Comparative genomic analysis of novel conserved peptide upstream open reading frames in Drosophila melanogaster and other dipteran species
Department of Molecular and Cellular Biology, University of Arizona, Tucson, AZ 85721, USA
BMC Genomics 2008, 9:61 doi:10.1186/1471-2164-9-61Published: 1 February 2008
Upstream open reading frames (uORFs) are elements found in the 5'-region of an mRNA transcript, capable of regulating protein production of the largest, or major ORF (mORF), and impacting organismal development and growth in fungi, plants, and animals. In Drosophila, approximately 40% of transcripts contain upstream start codons (uAUGs) but there is little evidence that these are translated and affect their associated mORF.
Analyzing 19,389 Drosophila melanogaster transcript annotations and 666,153 dipteran EST sequences we have identified 44 putative conserved peptide uORFs (CPuORFs) in Drosophila melanogaster that show evidence of negative selection, and therefore are likely to be translated. Transcripts with CPuORFs constitute approximately 0.3% of the total number of transcripts, a similar frequency to the Arabidopsis genome, and have a mean length of 70 amino acids, much larger than the mean length of plant CPuORFs (40 amino acids). There is a statistically significant clustering of CPuORFs at cytological band 57 (p = 10-5), a phenomenon that has never been described for uORFs. Based on GO term and Interpro domain analyses, genes in the uORF dataset show a higher frequency of ORFs implicated in mitochondrial import than the genome-wide frequency (p < 0.01) as well as methyltransferases (p < 0.02).

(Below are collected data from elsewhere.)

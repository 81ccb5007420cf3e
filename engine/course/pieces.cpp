// Exact pieces laid end to end: straights, bends, sharp corners.
#include <algorithm>
#include <cmath>
#include <limits>

#include "engine/course/sampling.h"

namespace lw {
namespace {

constexpr double mm = 1e-3;
constexpr double gap_most = 0.5 * mm;     // m, end to start, that counts as closed
constexpr double twist_most_deg = 0.1;    // degrees, likewise
constexpr double turn_most_deg = 3600.0;  // a spiral staircase of ten turns is nobody's course
constexpr double closing_stretch = 0.3;   // m before the end over which a residual heading is made good

/// A straight or bend as laid: from `start` along `tangent` with constant curvature.
struct Span {
  Vector start, tangent;
  double curvature = 0.0;  // 1/m
  double from = 0.0;       // m of arc length of the course
  double length = 0.0;     // m
};

struct Laid {
  std::vector<Span> spans;
  std::vector<double> corners;     // m of arc length
  std::vector<double> corner_deg;  // turn of each
  double length = 0.0;             // m
  Vector end;
  double turned_deg = 0.0;
};

std::string piece_error(const Piece& piece, bool first_or_last_of_open) {
  const auto bad = [](const std::optional<double>& v) { return v && !std::isfinite(*v); };
  if (bad(piece.straight_mm) || bad(piece.radius_mm) || bad(piece.turn_deg)) return "must be a finite number";
  if (piece.straight_mm) {
    if (piece.radius_mm || piece.turn_deg) return "is a straight or a bend, not both";
    return *piece.straight_mm > 0.0 ? "" : "a straight must be longer than 0";
  }
  if (!piece.radius_mm && !piece.turn_deg) return "needs straight_mm, or radius_mm and turn_deg";
  if (!piece.radius_mm) return "a bend needs radius_mm too (0 is a sharp corner)";
  if (!piece.turn_deg) return "a bend needs turn_deg too (positive turns left)";
  if (*piece.turn_deg == 0.0) return "a bend must turn by more than 0 degrees";
  if (*piece.radius_mm == 0.0) {
    if (first_or_last_of_open) return "a corner needs a piece before and after it";
    return std::fabs(*piece.turn_deg) < 180.0 ? "" : "a corner must turn by less than 180 degrees";
  }
  if (*piece.radius_mm < radius_least / mm) return "a radius must be 0 (a sharp corner) or at least 1 mm";
  return std::fabs(*piece.turn_deg) <= turn_most_deg ? "" : "a bend must turn by 3600 degrees at most";
}

std::string piece_text(const Piece& piece) {
  std::string text;
  const auto add = [&text](const char* key, const std::optional<double>& value) {
    if (!value) return;
    if (!text.empty()) text += ", ";
    text += key + (" = " + rounded_text(*value));
  };
  add("straight_mm", piece.straight_mm);
  add("radius_mm", piece.radius_mm);
  add("turn_deg", piece.turn_deg);
  return text;
}

void lay_straight(Laid& laid, double length, double heading_deg) {
  const Vector tangent = direction_of(heading_deg);
  laid.spans.push_back({laid.end, tangent, 0.0, laid.length, length});
  laid.end = laid.end + length * tangent;
  laid.length += length;
}

void lay_bend(Laid& laid, double radius, double turn_deg, double heading_deg) {
  const double signed_radius = turn_deg > 0.0 ? radius : -radius;
  const Vector before = direction_of(heading_deg), after = direction_of(heading_deg + turn_deg);
  const double length = radius * std::fabs(turn_deg) * rad_per_deg;
  laid.spans.push_back({laid.end, before, 1.0 / signed_radius, laid.length, length});
  laid.end = laid.end + signed_radius * (left_of(before) - left_of(after));
  laid.length += length;
}

bool is_corner(const Piece& piece) { return piece.radius_mm && *piece.radius_mm == 0.0; }

Result<Laid> lay(const Course& course) {
  Laid laid;
  const Piece* before = course.closed ? &course.pieces.back() : nullptr;
  laid.end = {course.start_mm.x_mm * mm, course.start_mm.y_mm * mm};
  for (std::size_t i = 0; i < course.pieces.size(); ++i) {
    const Piece& piece = course.pieces[i];
    const bool at_end = !course.closed && (i == 0 || i + 1 == course.pieces.size());
    std::string why = piece_error(piece, at_end);
    if (why.empty() && before && is_corner(*before) && is_corner(piece))
      why = "two corners in a row are one corner: give it their sum";
    before = &piece;
    if (!why.empty()) return Error{place_text("course.pieces", i), piece_text(piece), why};
    const double heading = course.heading_deg + laid.turned_deg;
    if (piece.straight_mm) {
      lay_straight(laid, *piece.straight_mm * mm, heading);
      continue;
    }
    if (*piece.radius_mm > 0.0) {
      lay_bend(laid, *piece.radius_mm * mm, *piece.turn_deg, heading);
    } else {
      laid.corners.push_back(laid.length);
      laid.corner_deg.push_back(*piece.turn_deg);
    }
    laid.turned_deg += *piece.turn_deg;
  }
  return laid;
}

struct Place {
  Vector at, tangent;
};

/// Along an arc the chord of half the angle: no division by a small curvature, no cancellation.
Place place_on(const Span& span, double along) {
  if (span.curvature == 0.0) return {span.start + along * span.tangent, span.tangent};
  const Vector half = direction_at(0.5 * span.curvature * along);
  const double chord = 2.0 * half.y / span.curvature;
  const Vector towards = turned(span.tangent, half);
  return {span.start + chord * towards, turned(towards, half)};
}

/// Mean curvature over [from, to], which may reach across joints.
double mean_curvature(const std::vector<Span>& spans, std::size_t first, double from, double to) {
  if (spans[first].from + spans[first].length >= to) return spans[first].curvature;
  double turn = 0.0;
  for (std::size_t i = first; i < spans.size() && spans[i].from < to; ++i) {
    const double low = std::max(from, spans[i].from);
    const double high = std::min(to, spans[i].from + spans[i].length);
    if (high > low) turn += (high - low) * spans[i].curvature;
  }
  return turn / (to - from);
}

void sample(const Laid& laid, Centreline& line) {
  std::size_t k = 0;
  for (std::size_t i = 0; i < line.nodes.size(); ++i) {
    const double s = static_cast<double>(i) * line.pitch;
    while (k + 1 < laid.spans.size() && laid.spans[k + 1].from <= s + on_sample * line.pitch) ++k;
    const Place place = place_on(laid.spans[k], s - laid.spans[k].from);
    Node& node = line.nodes[i];
    node.x = place.at.x;
    node.y = place.at.y;
    node.tangent_x = place.tangent.x;
    node.tangent_y = place.tangent.y;
    node.curvature = mean_curvature(laid.spans, k, s, s + line.pitch);
  }
}

/// Makes good what a closed course of rounded figures misses: the gap by a cubic over the whole length, the
/// twist by one over the last stretch (Hermite's blending functions, so that place and heading join
/// smoothly).
void absorb_residual(Centreline& line, Vector gap, double twist) {
  if (length_of(gap) < 1e-9 && std::fabs(twist) < 1e-9) return;
  const double stretch = std::min(closing_stretch, line.length);
  const Node first = line.nodes.front();
  const Vector tangent_gap = twist * left_of({first.tangent_x, first.tangent_y});
  for (std::size_t i = 0; i < line.nodes.size(); ++i) {
    Node& node = line.nodes[i];
    const double s = static_cast<double>(i) * line.pitch;
    const double t = s / line.length;
    Vector shift = (-t * t * (3.0 - 2.0 * t)) * gap;
    Vector slope = (-6.0 * t * (1.0 - t) / line.length) * gap;
    Vector bend = (-6.0 * (1.0 - 2.0 * t) / (line.length * line.length)) * gap;
    const double w = 1.0 - (line.length - s) / stretch;
    if (w > 0.0) {
      shift = shift + (stretch * w * w * (1.0 - w)) * tangent_gap;
      slope = slope + (w * (2.0 - 3.0 * w)) * tangent_gap;
      bend = bend + ((2.0 - 6.0 * w) / stretch) * tangent_gap;
    }
    const Vector tangent{node.tangent_x, node.tangent_y};
    const Vector leaning = tangent + slope;
    node.curvature += dot(bend, left_of(tangent));
    node.x += shift.x;
    node.y += shift.y;
    node.tangent_x = leaning.x / length_of(leaning);
    node.tangent_y = leaning.y / length_of(leaning);
  }
}

Result<bool> check_closing(const Course& course, const Laid& laid, Vector gap, double twist_deg) {
  const double gap_mm = length_of(gap) / mm;
  if (gap_mm <= gap_most / mm && std::fabs(twist_deg) <= twist_most_deg) return true;
  const std::string what = "ends " + rounded_text(gap_mm) + " mm from its start (" +
                           rounded_text(gap.x / mm) + " mm in x, " + rounded_text(gap.y / mm) +
                           " mm in y) and " + rounded_text(twist_deg) + " degrees off its heading, after " +
                           rounded_text(laid.length / mm) + " mm in " + std::to_string(course.pieces.size()) +
                           " pieces";
  return Error{"course.pieces", what,
               "a closed course must end where it starts, within 0.5 mm and 0.1 degrees"};
}

std::vector<CourseSection> sections_of_pieces(const Laid& laid) {
  std::vector<CourseSection> sections;
  std::size_t corner = 0;
  const auto add_corners_before = [&](double s) {
    for (; corner < laid.corners.size() && laid.corners[corner] <= s; ++corner)
      sections.push_back(
          {laid.corners[corner], laid.corners[corner], 0.0, laid.corner_deg[corner] * rad_per_deg});
  };
  double curvature_before = std::numeric_limits<double>::quiet_NaN();
  for (const Span& span : laid.spans) {
    const std::size_t before = sections.size();
    add_corners_before(span.from);
    const double turn = span.curvature * span.length, to = span.from + span.length;
    if (sections.size() == before && span.curvature == curvature_before) {
      sections.back().to = to;
      sections.back().turn += turn;
    } else {
      const double radius =
          span.curvature == 0.0 ? std::numeric_limits<double>::infinity() : 1.0 / std::fabs(span.curvature);
      sections.push_back({span.from, to, radius, turn});
    }
    curvature_before = span.curvature;
  }
  add_corners_before(laid.length);
  return sections;
}

}  // namespace

Result<Centreline> lay_pieces(const Course& course) {
  for (const double v : {course.start_mm.x_mm, course.start_mm.y_mm, course.heading_deg})
    if (!std::isfinite(v)) return Error{"course.start_mm", rounded_text(v), "must be a finite number"};
  const Result<Laid> laid = lay(course);
  if (!laid) return laid.error();
  Result<Centreline> line = blank_centreline(laid->length, course.closed);
  if (!line) return line;
  line->corners = laid->corners;
  line->sections = sections_of_pieces(*laid);
  sample(*laid, *line);
  if (course.closed) {
    const Vector gap = laid->end - Vector{course.start_mm.x_mm * mm, course.start_mm.y_mm * mm};
    const double twist_deg = laid->turned_deg - 360.0 * std::rint(laid->turned_deg / 360.0);
    const Result<bool> closes = check_closing(course, *laid, gap, twist_deg);
    if (!closes) return closes.error();
    absorb_residual(*line, gap, twist_deg * rad_per_deg);
  }
  return line;
}

}  // namespace lw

Based on these data, it is clear that Drosophila contain putative CPuORFs at frequencies similar to those found in plants. They are distinguished, however, by the type of mORF they tend to associate with, Drosophila CPuORFs preferentially occurring in transcripts encoding mitochondrial proteins and methyltransferases. This provides a basis for the study of CPuORFs and their putative regulatory role in mitochondrial function and disease.